You’re (trying to) squash the understanding of the how or why. Unless getting to that understanding takes gargantuan tools like a supercomputer cluster or a CERN, soon enough somebody else will figure out the same thing. So at best you’re delaying the inevitable. Which might be slightly useful but is ultimately futile.
Further, if the thing is horrific and through the theory we understand the causality, we open the opportunity to intervene in the causal chain to repair the horror in the world. The results, the what, of the consequences of lead in gasoline and R-22 refrigerant in widespread use were horrific. But were unnoticed or unattributed until theory caught up. And once we had the theory = understood the causation, we could and did fix it.
To be sure changing anything in society or economics makes somebody unhappy.
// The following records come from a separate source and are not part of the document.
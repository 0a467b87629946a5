import { cn } from "./cn";
import { CopyButton } from "./copy-button";

/**
 * Preformatted code in the mono face with a copy button. `title` names the snippet
 * (file name or language) in a header row. No syntax colouring (the editor has that).
 */
export function CodeBlock({
  code,
  title,
  className,
  wrap = false,
  maxHeight,
}: {
  code: string;
  title?: string;
  className?: string;
  /** Wrap long lines instead of scrolling horizontally. */
  wrap?: boolean;
  /** CSS max height of the scrolling area, e.g. "20rem". */
  maxHeight?: string;
}) {
  return (
    <div
      className={cn(
        "group relative overflow-hidden rounded-lg border border-line bg-surface-2/70",
        className,
      )}
    >
      {title ? (
        <div className="flex h-9 items-center justify-between border-b border-line pr-1.5 pl-3.5">
          <span className="font-mono text-xs text-ink-2">{title}</span>
          <CopyButton text={code} label={`Copy ${title}`} showLabel />
        </div>
      ) : (
        <CopyButton
          text={code}
          label="Copy code"
          className="absolute top-1.5 right-1.5 bg-surface-2/90 opacity-70 group-hover:opacity-100 focus-visible:opacity-100"
        />
      )}
      <pre
        tabIndex={0}
        style={maxHeight ? { maxHeight } : undefined}
        className={cn(
          "overflow-auto px-3.5 py-3 font-mono text-[12.5px] leading-[1.65] text-ink outline-none focus-visible:ring-2 focus-visible:ring-focus/40",
          wrap ? "break-words whitespace-pre-wrap" : "whitespace-pre",
          !title && "pr-11",
        )}
      >
        <code>{code}</code>
      </pre>
    </div>
  );
}
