import type { ButtonHTMLAttributes, ReactNode } from "react";
import { cn } from "./cn";
import { Spinner } from "./spinner";

export type ButtonVariant = "primary" | "secondary" | "ghost" | "danger" | "link";
export type ButtonSize = "sm" | "md" | "lg" | "icon" | "icon-sm";

const base =
  "relative inline-flex items-center justify-center gap-2 whitespace-nowrap font-medium " +
  "select-none transition-[background-color,border-color,color,box-shadow] duration-150 " +
  "focus-visible:outline-2 focus-visible:outline-offset-2 focus-visible:outline-focus " +
  "disabled:pointer-events-none disabled:opacity-55 aria-disabled:pointer-events-none aria-disabled:opacity-55";

const variants: Record<ButtonVariant, string> = {
  primary:
    "bg-accent text-on-accent shadow-[inset_0_1px_0_oklch(1_0_0/0.12)] hover:bg-accent-strong active:translate-y-px",
  secondary:
    "border border-line-strong bg-surface text-ink shadow-card hover:bg-surface-2 hover:border-ink-3/60 active:translate-y-px",
  ghost: "text-ink-2 hover:bg-surface-3/70 hover:text-ink",
  danger: "bg-danger text-white hover:brightness-95 active:translate-y-px dark:text-canvas",
  link: "h-auto! px-0! text-accent-ink underline-offset-4 hover:underline",
};

const sizes: Record<ButtonSize, string> = {
  sm: "h-8 rounded-md px-3 text-[13px]",
  md: "h-9 rounded-md px-3.5 text-sm",
  lg: "h-11 rounded-lg px-5 text-[15px]",
  icon: "size-9 rounded-md",
  "icon-sm": "size-8 rounded-md",
};

/** Class string for a button look; use it to style a `<Link>` or `<a>` as a button. */
export function buttonClasses({
  variant = "primary",
  size = "md",
  className,
}: { variant?: ButtonVariant; size?: ButtonSize; className?: string } = {}): string {
  return cn(base, variants[variant], sizes[size], className);
}

export type ButtonProps = ButtonHTMLAttributes<HTMLButtonElement> & {
  variant?: ButtonVariant;
  size?: ButtonSize;
  /** Shows a spinner, keeps the width, sets aria-busy and disables the button. */
  loading?: boolean;
  /** Icon placed before the label. */
  icon?: ReactNode;
  ref?: React.Ref<HTMLButtonElement>;
};

/** Button. `type` defaults to "button" (pass type="submit" in forms). */
export function Button({
  variant = "primary",
  size = "md",
  loading = false,
  icon,
  className,
  children,
  disabled,
  type = "button",
  ...rest
}: ButtonProps) {
  return (
    <button
      type={type}
      className={buttonClasses({ variant, size, className })}
      disabled={disabled || loading}
      aria-busy={loading || undefined}
      {...rest}
    >
      {loading ? (
        <span className="absolute inset-0 flex items-center justify-center">
          <Spinner />
        </span>
      ) : null}
      <span className={cn("inline-flex items-center gap-2", loading && "invisible")}>
        {icon}
        {children}
      </span>
    </button>
  );
}
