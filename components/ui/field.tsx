import {
  Children,
  cloneElement,
  isValidElement,
  useId,
  type ReactElement,
  type ReactNode,
} from "react";
import { cn } from "./cn";
import { IconError } from "./icons";
import { Label } from "./label";

type ControlProps = {
  id?: string;
  "aria-describedby"?: string;
  "aria-invalid"?: boolean | "true" | "false";
  required?: boolean;
};

export type FieldProps = {
  label: ReactNode;
  /** One control element (Input, Textarea, Select, or any element taking id/aria props). */
  children: ReactElement<ControlProps>;
  hint?: ReactNode;
  /** Error text; when set the control gets aria-invalid and the message is announced. */
  error?: string | string[] | null;
  required?: boolean;
  optional?: boolean;
  /** Control id; defaults to the child's id or a generated one. */
  id?: string;
  className?: string;
  /** Element placed at the right end of the label row (e.g. a help Tooltip or counter). */
  aside?: ReactNode;
};

/**
 * Label + control + hint + error. Binds the label with htmlFor/id and the hint and
 * error with aria-describedby on the control; sets aria-invalid when there is an error.
 */
export function Field({
  label,
  children,
  hint,
  error,
  required,
  optional,
  id,
  className,
  aside,
}: FieldProps) {
  const auto = useId();
  const child = Children.only(children);
  const controlId = id ?? child.props.id ?? auto;
  const hintId = hint ? `${controlId}-hint` : undefined;
  const messages = error ? (Array.isArray(error) ? error : [error]) : [];
  const errorId = messages.length ? `${controlId}-error` : undefined;
  const describedBy =
    [child.props["aria-describedby"], hintId, errorId].filter(Boolean).join(" ") || undefined;

  const control = isValidElement(child)
    ? cloneElement(child, {
        id: controlId,
        "aria-describedby": describedBy,
        "aria-invalid": messages.length ? true : child.props["aria-invalid"],
        required: required ?? child.props.required,
      })
    : child;

  return (
    <div className={cn("grid content-start gap-1.5", className)}>
      <div className="flex items-baseline justify-between gap-3">
        <Label htmlFor={controlId} required={required} optional={optional}>
          {label}
        </Label>
        {aside}
      </div>
      {control}
      {hint ? (
        <p id={hintId} className="text-[12.5px] leading-5 text-ink-2">
          {hint}
        </p>
      ) : null}
      {errorId ? (
        <div
          id={errorId}
          aria-live="polite"
          className="flex items-start gap-1.5 text-[12.5px] leading-5 text-danger"
        >
          <IconError className="mt-0.5 size-3.5 shrink-0" />
          <span>{messages.join(" ")}</span>
        </div>
      ) : null}
    </div>
  );
}
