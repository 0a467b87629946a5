import type { HTMLAttributes } from "react";
import { RUN_STATUS_LABELS, type RunStatus } from "@/lib/runs/constants";
import { cn } from "./cn";

export type BadgeTone = "neutral" | "accent" | "info" | "ok" | "warn" | "danger";

const tones: Record<BadgeTone, string> = {
  neutral: "border-line-strong/70 bg-surface-2 text-ink-2",
  accent: "border-accent/30 bg-accent-soft text-accent-ink",
  info: "border-info/30 bg-info-soft text-info",
  ok: "border-ok/30 bg-ok-soft text-ok",
  warn: "border-warn/35 bg-warn-soft text-warn",
  danger: "border-danger/30 bg-danger-soft text-danger",
};

export type BadgeProps = HTMLAttributes<HTMLSpanElement> & { tone?: BadgeTone };

/** A small label (role, plan, tag). */
export function Badge({ tone = "neutral", className, ...rest }: BadgeProps) {
  return (
    <span
      className={cn(
        "inline-flex h-5 items-center gap-1 rounded-[5px] border px-1.5 text-[11.5px] leading-none font-medium whitespace-nowrap",
        tones[tone],
        className,
      )}
      {...rest}
    />
  );
}

const statusLook: Record<RunStatus, { tone: BadgeTone; dot: string }> = {
  queued: { tone: "neutral", dot: "bg-ink-3" },
  running: { tone: "info", dot: "bg-info animate-pulse" },
  succeeded: { tone: "ok", dot: "bg-ok" },
  failed: { tone: "danger", dot: "bg-danger" },
  canceled: { tone: "neutral", dot: "bg-transparent border border-ink-3" },
};

/** Run status with a coloured dot; the text carries the meaning, colour only repeats it. */
export function StatusBadge({ status, className }: { status: RunStatus; className?: string }) {
  const look = statusLook[status];
  return (
    <Badge tone={look.tone} className={cn(status === "canceled" && "text-ink-3", className)}>
      <span aria-hidden className={cn("size-1.5 rounded-full", look.dot)} />
      {RUN_STATUS_LABELS[status]}
    </Badge>
  );
}
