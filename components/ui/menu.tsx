"use client";

import { useCallback, useEffect, useId, useRef, useState, type ReactNode } from "react";
import Link from "next/link";
import { cn } from "./cn";

const ITEM = '[role="menuitem"],[role="menuitemradio"],[role="menuitemcheckbox"]';

export type MenuProps = {
  /** Content of the trigger button. */
  trigger: ReactNode;
  /** Accessible name of the trigger when its content is not enough (e.g. icon only). */
  triggerLabel?: string;
  triggerClassName?: string;
  /** Which edge of the trigger the panel aligns to. */
  align?: "start" | "end";
  /** Panel opens below (default) or above the trigger. */
  side?: "bottom" | "top";
  panelClassName?: string;
  /** Items: elements with role="menuitem" (see MenuItem) plus MenuLabel / MenuSeparator. */
  children: ReactNode;
};

/**
 * Disclosure menu (button + panel) with the menu-button keyboard pattern: Enter/Space/↓
 * opens and focuses the first item, ↑/↓/Home/End move, Escape closes and returns focus,
 * Tab or a click outside closes.
 */
export function Menu({
  trigger,
  triggerLabel,
  triggerClassName,
  align = "start",
  side = "bottom",
  panelClassName,
  children,
}: MenuProps) {
  const [open, setOpen] = useState(false);
  const root = useRef<HTMLDivElement>(null);
  const button = useRef<HTMLButtonElement>(null);
  const panelId = useId();

  const items = () =>
    Array.from(
      root.current?.querySelectorAll<HTMLElement>(`#${CSS.escape(panelId)} ${ITEM}`) ?? [],
    );
  const focusAt = (i: number) => {
    const list = items();
    if (list.length) list[(i + list.length) % list.length].focus();
  };
  const close = useCallback((refocus: boolean) => {
    setOpen(false);
    if (refocus) button.current?.focus();
  }, []);

  useEffect(() => {
    if (!open) return;
    const first = items()[0];
    first?.focus();
    const onDown = (e: PointerEvent) => {
      if (!root.current?.contains(e.target as Node)) close(false);
    };
    document.addEventListener("pointerdown", onDown);
    return () => document.removeEventListener("pointerdown", onDown);
    // eslint-disable-next-line react-hooks/exhaustive-deps
  }, [open, close]);

  const onPanelKey = (e: React.KeyboardEvent) => {
    const list = items();
    const i = list.indexOf(document.activeElement as HTMLElement);
    const moves: Record<string, number> = {
      ArrowDown: i + 1,
      ArrowUp: i - 1,
      Home: 0,
      End: list.length - 1,
    };
    if (e.key in moves) {
      e.preventDefault();
      focusAt(moves[e.key]);
    } else if (e.key === "Escape") {
      e.preventDefault();
      close(true);
    } else if (e.key === "Tab") {
      close(false);
    }
  };

  return (
    <div ref={root} className="relative">
      <button
        ref={button}
        type="button"
        aria-haspopup="menu"
        aria-expanded={open}
        aria-controls={open ? panelId : undefined}
        aria-label={triggerLabel}
        className={triggerClassName}
        onClick={() => setOpen((o) => !o)}
        onKeyDown={(e) => {
          if (e.key === "ArrowDown" && !open) {
            e.preventDefault();
            setOpen(true);
          }
        }}
      >
        {trigger}
      </button>
      {open ? (
        <div
          id={panelId}
          role="menu"
          aria-label={triggerLabel}
          onKeyDown={onPanelKey}
          onClick={(e) => {
            // Deferred: a submit item's form must stay mounted until its submit event ran.
            if ((e.target as HTMLElement).closest(ITEM)) setTimeout(() => close(false), 0);
          }}
          className={cn(
            "absolute z-50 min-w-56 rounded-lg border border-line bg-surface p-1 shadow-pop",
            side === "bottom" ? "top-full mt-1.5" : "bottom-full mb-1.5",
            align === "start" ? "left-0" : "right-0",
            panelClassName,
          )}
        >
          {children}
        </div>
      ) : null}
    </div>
  );
}

const itemClasses =
  "flex w-full items-center gap-2.5 rounded-md px-2.5 py-1.5 text-left text-sm text-ink " +
  "hover:bg-surface-2 focus-visible:bg-surface-2 focus-visible:outline-none outline-none " +
  "aria-disabled:opacity-50";

/** A menu entry rendered as a button; put `type="submit"` inside a <form> for actions. */
export function MenuItem({ className, ...rest }: React.ButtonHTMLAttributes<HTMLButtonElement>) {
  return (
    <button
      type="button"
      role="menuitem"
      tabIndex={-1}
      className={cn(itemClasses, className)}
      {...rest}
    />
  );
}

/** A menu entry that navigates (client-side through next/link). */
export function MenuLink({
  className,
  href,
  ...rest
}: React.AnchorHTMLAttributes<HTMLAnchorElement> & { href: string }) {
  return (
    <Link
      href={href}
      role="menuitem"
      tabIndex={-1}
      className={cn(itemClasses, className)}
      {...rest}
    />
  );
}

export function MenuLabel({ children }: { children: ReactNode }) {
  return (
    <div className="px-2.5 pt-2 pb-1 text-2xs font-semibold tracking-[0.08em] text-ink-3 uppercase">
      {children}
    </div>
  );
}

export function MenuSeparator() {
  return <div role="separator" className="my-1 h-px bg-line" />;
}
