import type { MixtureFit, RegressionData } from "./mixtureTypes";
import { predictorLogDensity, predictorModels } from "./computeMemberships";
import { componentLogConstant, normaliseLogDensities } from "./logDensities";
import { addBlockDots, addBlockGram, blockRowsFor, gatherRows, rowBlock, stageRows, weighBlock, type RowBlock } from "./weightedGram";
import { NEGLIGIBLE_MEMBERSHIP } from "./mixture/mStep";
import { paddedCoefficients, rowResiduals } from "./rowResiduals";

/**
 * The observed information matrix of a mixture of regressions at a fit's parameters, by
 * Louis's (1982, JRSS-B) identity applied row by row. Parameters θ, in this order:
 * β_1..β_K (q each, q = design columns), σ_1²..σ_K², then K − 1 free logits η_1..η_{K−1} of the
 * weights (π_k = e^{η_k} / Σ_j e^{η_j}, η_K = 0 for the last component as reference, so the
 * constraint Σ π = 1 needs no multiplier).
 *
 * With a_ik the gradient and B_ik the negative Hessian of ln(π_k φ(y_i; x_iᵀβ_k, σ_k²)), τ_ik
 * the memberships and s_i = Σ_k τ_ik a_ik:
 *   I_obs = Σ_i [ Σ_k τ_ik B_ik − Σ_k τ_ik a_ik a_ikᵀ + s_i s_iᵀ ].
 * Pieces (r = y_i − x_iᵀβ_k, v = σ_k²):
 *   ∂/∂β_k = r x / v;   ∂/∂v = (r²/v − 1)/(2v);   ∂ ln π_k/∂η_j = δ_kj − π_j;
 *   −∂²/∂β∂βᵀ = x xᵀ / v;   −∂²/∂β∂v = r x / v²;   −∂²/∂v² = r²/v³ − 1/(2v²);
 *   −∂² ln π_k/∂η_j∂η_l = π_j δ_jl − π_j π_l.
 *
 * In the joint model the memberships include the x densities, but the x-model parameters
 * (μ_k, Σ_k) are held at their estimates: this is the information about (β, σ², η) given
 * them, which leaves out the (usually small) share of uncertainty they pass on.
 *
 * With a background component (flat density, weight π₀; Banfield & Raftery 1993) the
 * components' weights are π_k = (1 − π₀) w_k with w = softmax(η), and π₀ is held at its
 * estimate like the x-model. The background term has no gradient in θ but takes its share of
 * each row's membership, so τ_ik are the full posteriors and T_i = Σ_k τ_ik ≤ 1; a row the
 * background owns adds nothing. The logit pieces then carry T_i (derived from the same sums):
 *   β_c η_j, σ²_c η_j: the factor (δ_cj − τ_j) becomes (δ_cj − τ_j − (1 − T) w_j);
 *   η_j η_l: T w_j δ_jl − τ_j δ_jl + τ_j τ_l + (1 − T)(τ_j w_l + w_j τ_l) − (2T − T²) w_j w_l.
 * Without a background T = 1 and w = π, and these are the pieces below.
 */
export interface ObservedInformation {
  /** P x P row-major, P = K·q + K + (K − 1). */
  matrix: Float64Array;
  size: number;
  /** Design columns per component (p + 1 with an intercept, p without). */
  q: number;
  k: number;
  /** Offsets of the blocks in θ. */
  varianceOffset: number;
  logitOffset: number;
}
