describe("skein fit on small files", () => {
  it("a one-component fit that stops after one iteration says '1 iteration' and no control the text does not offer", async () => {
    const shops = path.join(__dirname, "..", "sample-workbooks", "shop-chain.csv");
    const result = await run("fit", shops, "--y", "Units sold", "--x", "Price,Promotion", "--k", "1", "--background", "yes", "--max-iterations", "1");
    expect(result.status).toBe(0);
    expect(result.stdout).toContain("Converged: no (1 iteration).");
    expect(result.stdout).toMatch(/Not converged: .*allow more iterations with --max-iterations\./);
    expect(result.stdout).not.toMatch(/max_iterations|loosen tolerance/);
  });

  it("a fit exact on some components only says so, and its advice names --restarts", async () => {
    const { x, y } = partlyExactRows();
    const file = await writeFile("partly-exact.csv", `x,y\n${Array.from(x, (v, i) => `${v},${y[i]}`).join("\n")}\n`);
    const result = await run("fit", file, "--y", "y", "--k", "2", "--json");
    expect(result.status).toBe(0);
    const warnings: string[] = JSON.parse(result.stdout).warnings;
    const partly = warnings.find((w) => w.startsWith("Partly exact:"));
    expect(partly).toMatch(/^Partly exact: 1 component fits 120 rows exactly, .* try another seed, or more restarts with --restarts\.$/);
    expect(warnings.some((w) => /Try fewer components/.test(w))).toBe(false);
  });

  it("skips rows with text and blanks, reporting 1-based data rows, and labels them null", async () => {
    // Invented demo data: y = 1 + 2x exactly on the used rows, plus one outlier so the noise SD is not 0.
    const file = await writeFile("gaps.csv", "name,x,y\na,1,3\nb,n/a,5\nc,3,7\nd,,9\ne,5,11\nf,6,14\n");
    const result = await run("fit", file, "--y", "y", "--json");
    expect(result.status).toBe(0);
    const report = JSON.parse(result.stdout);
    // The text column "name" is not taken as a predictor by default.
    expect(report.predictors).toEqual(["x"]);
    expect(report.rowsUsed).toBe(4);
    expect(report.rowsSkipped).toBe(2);
    expect(report.skipped).toEqual([
      { row: 2, column: "x", reason: "text" },
      { row: 4, column: "x", reason: "blank" },
    ]);
    expect(report.labels).toEqual([1, null, 1, null, 1, 1]);
  });

  it("fits without an intercept, reporting it as 0 with standard error 0", async () => {
    const file = await writeFile("origin.csv", "x,y\n1,2\n2,3\n3,7\n4,8\n");
    const result = await run("fit", file, "--y", "y", "--x", "x", "--no-intercept", "--json");
    expect(result.status).toBe(0);
    const report = JSON.parse(result.stdout);
    expect(report.intercept).toBe(false);
    // Regression through the origin: b = Σxy / Σx² = 61/30 (derivation in this test).
    const slope = 61 / 30;
    const residuals = [2 - slope, 3 - 2 * slope, 7 - 3 * slope, 8 - 4 * slope];
    const rss = residuals.reduce((sum, r) => sum + r * r, 0);
    // Standard error of b: sqrt(RSS/(n − 1) / Σx²) (common practice for one regressor without intercept).
    const slopeSE = Math.sqrt(rss / 3 / 30);
    const [component] = report.components;
    expect(component.coefficients[0]).toBe(0);
    expect(component.stdErrors[0]).toBe(0);
    expect(component.coefficients[1]).toBeCloseTo(slope, 12);
    expect(component.stdErrors[1]).toBeCloseTo(slopeSE, 12);
    expect(component.sigma).toBeCloseTo(Math.sqrt(rss / 4), 12);
    // ν = K(q + 2) − 1 = 2 with q = 1 (Schwarz 1978; derivation in this test).
    expect(report.bic).toBeCloseTo(-2 * report.logLikelihood + 2 * Math.log(4), 10);
  });

  it("reads a named sheet of an xlsx workbook", async () => {
    const workbook = new ExcelJS.Workbook();
    workbook.addWorksheet("Notes").getCell("A1").value = "read me";
    const sheet = workbook.addWorksheet("Data");
    sheet.addRow(["x", "y"]);
    for (const [x, y] of [[1, 2], [2, 3], [3, 7], [4, 8]]) sheet.addRow([x, y]);
    sheet.addRow([5, { error: "#N/A" }]);
    const file = path.join(dir, "book.xlsx");
    await workbook.xlsx.writeFile(file);
    const result = await run("fit", file, "--sheet", "Data", "--y", "y", "--x", "x", "--no-intercept", "--json");
    expect(result.status).toBe(0);
    const report = JSON.parse(result.stdout);
    // Same rows as origin.csv above: b = 61/30 (derivation in this test).
    expect(report.components[0].coefficients[1]).toBeCloseTo(61 / 30, 12);
    expect(report.skipped).toEqual([{ row: 5, column: "y", reason: "error value" }]);
    expect((await run("fit", file, "--sheet", "Dta", "--y", "y")).stderr).toMatch(/no sheet named "Dta"; its sheets are "Notes", "Data"/);
  });

  it("lists skipped rows in the table", async () => {
    const file = await writeFile("skips.csv", "x,y\n1,3\n2,#N/A\n3,7\n4,9.5\n5,11\n");
    const result = await run("fit", file, "--y", "y");
    expect(result.status).toBe(0);
    expect(result.stdout).toMatch(/4 rows used, 1 skipped/);
    expect(result.stdout).toMatch(/data row 2: error value in y/);
  });
});
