FRESH = textwrap.dedent("""
    import sys, crowdcore
    from crowdcore import _jit
    _jit.set_threads(int(sys.argv[2]))
    w = crowdcore.World.load(sys.argv[1])
    w.run(int(sys.argv[3]))
    print(w.state_hash())
""")


def test_fresh_process_continues_exactly(tmp_path):
    w = crowdcore.load_scenario(CROSSING)
    w.run(7)
    path = tmp_path / "w.snap"
    w.save(path)
    w.run(9)
    env = {**os.environ, "PYTHONPATH": ROOT}
    for threads in ([1, 2] if TWO_THREADS else [1]):
        out = subprocess.run([sys.executable, "-c", FRESH, str(path), str(threads), "9"], env=env, cwd=ROOT,
                             capture_output=True, text=True, timeout=300)
        assert out.returncode == 0, out.stderr
        assert out.stdout.strip() == w.state_hash()


# ------------------------------------------------------------------ contents and files
def test_snapshot_contents_are_self_describing():
    w = small_world()
    w.run(2)
    outer = msgpack.unpackb(w.snapshot(), raw=False)
    assert (outer["format"], outer["version"], outer["byteorder"]) == ("crowdcore-snapshot", 2, "little")
    assert outer["hash"] == hashlib.sha256(outer["body"]).hexdigest()
    body = msgpack.unpackb(outer["body"], raw=False)
    for k, (dt, cols) in AGENT_FIELDS.items():
        a = body["agents"][k]
        assert a["dtype"] == np.dtype(dt).newbyteorder("<").str
        assert a["shape"] == ([w.agent_count, cols] if cols else [w.agent_count])
    assert body["frame"] == 2 and body["records"] is None  # bundled set referenced by hash
    static = msgpack.unpackb(body["static"], raw=False)
    assert static["records_hash"] == w.records.content_hash


def test_custom_record_set_is_embedded_or_required():
    rs = tiny_records()
    w = crowdcore.World(records=rs)
    w.add_target("t", "circle", (5, 0, 1))
    w.add_agents([[0, 0], [1, 1]])
    w.run(3)
    r = crowdcore.World.from_snapshot(w.snapshot())
    assert r.records.content_hash == rs.content_hash
    same_state(w, r)
    lean = w.snapshot(embed_records=False)
    with pytest.raises(snap.SnapshotRecordsError, match="record set"):
        crowdcore.World.from_snapshot(lean)
    same_state(w, crowdcore.World.from_snapshot(lean, records=rs))


def test_save_load_and_atomic_write(tmp_path, monkeypatch):
    w = small_world()
    path = tmp_path / "w.snap"
    w.save(path)
    old = path.read_bytes()
    w.run(2)

    def boom(fd):
        raise OSError(28, "No space left on device")

    monkeypatch.setattr(os, "fsync", boom)
    with pytest.raises(OSError):
        w.save(path)
    monkeypatch.undo()
    assert path.read_bytes() == old and os.listdir(tmp_path) == ["w.snap"]  # old file intact, no temp left
    w.save(path)
    same_state(w, crowdcore.World.load(path))
    with pytest.raises(SnapshotError, match="cannot read"):
        crowdcore.World.load(tmp_path / "missing.snap")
The car makers, oil companies, HVAC makers, and chemical industry were none too happy about the consequences of these theories.
* Yes, I know the correct word is "horror". I'm having fun.
Some people think that it measures intelligence.
Has it ever been done in the past?
First show me the scientific theory that “is true” (or stands up to scrutiny) but is, should be, or has been suppressed, and we might have something to discuss. As it stands, this all just seems too speculative.
Nuclear fission and atomic theory, for instance. That’s scientific, stands up to scrutiny, and has potentially terrible implications.
It explains the apparent complex design found in nature without requiring a designer.
So, by reasonable extension, all science is too harmful to allow into the public sphere.
You’re saying most organ donors are not yet dead when their organs are removed?
@crowmanyclouds, I can’t help but feel like there is some well poisoning in the OP. Because it goes from science to pseudoscience as if there is no distinction.
That would be because the OP has conclusions that they want to be ‘true’, science or no.
The OP question, rephrased, is essentially, “Is appeal-to-consequences ever a legit approach?”
The words are right there to be read, so try again.
It is…if you leave out the inaccurate terminology and the bad examples.
Not really. It’s well understood and uncontroversial that there is a significant correlation in cognitive performance across widely varying cognitive tasks. The general intelligence factor explains about half of the performance differences between individuals on a given cognitive challenge. That’s what IQ tests are seeking to measure.
There are certainly major issues with the implementation of IQ tests, about how well they measure general intelligence, but it’s clear what they are trying to measure.
Yeah, that’s about right. The examples were ones which came up on this board recently, except evolution which has been debated to death with creationists already.
As previous experiences have shown me, many do think that, the good news is that most people do not agree with that. Unfortunately many of the few that want to suppress things like evolution are powerful and are constantly making efforts to suppress the teaching of science that is inconvenient to them. The pressure from those groups to teachers in the US is unrelenting.
National surveys show that 40% to 60% of U.S. public school science teachers hedge, equivocate, or send a mixed message when they teach evolution or climate change.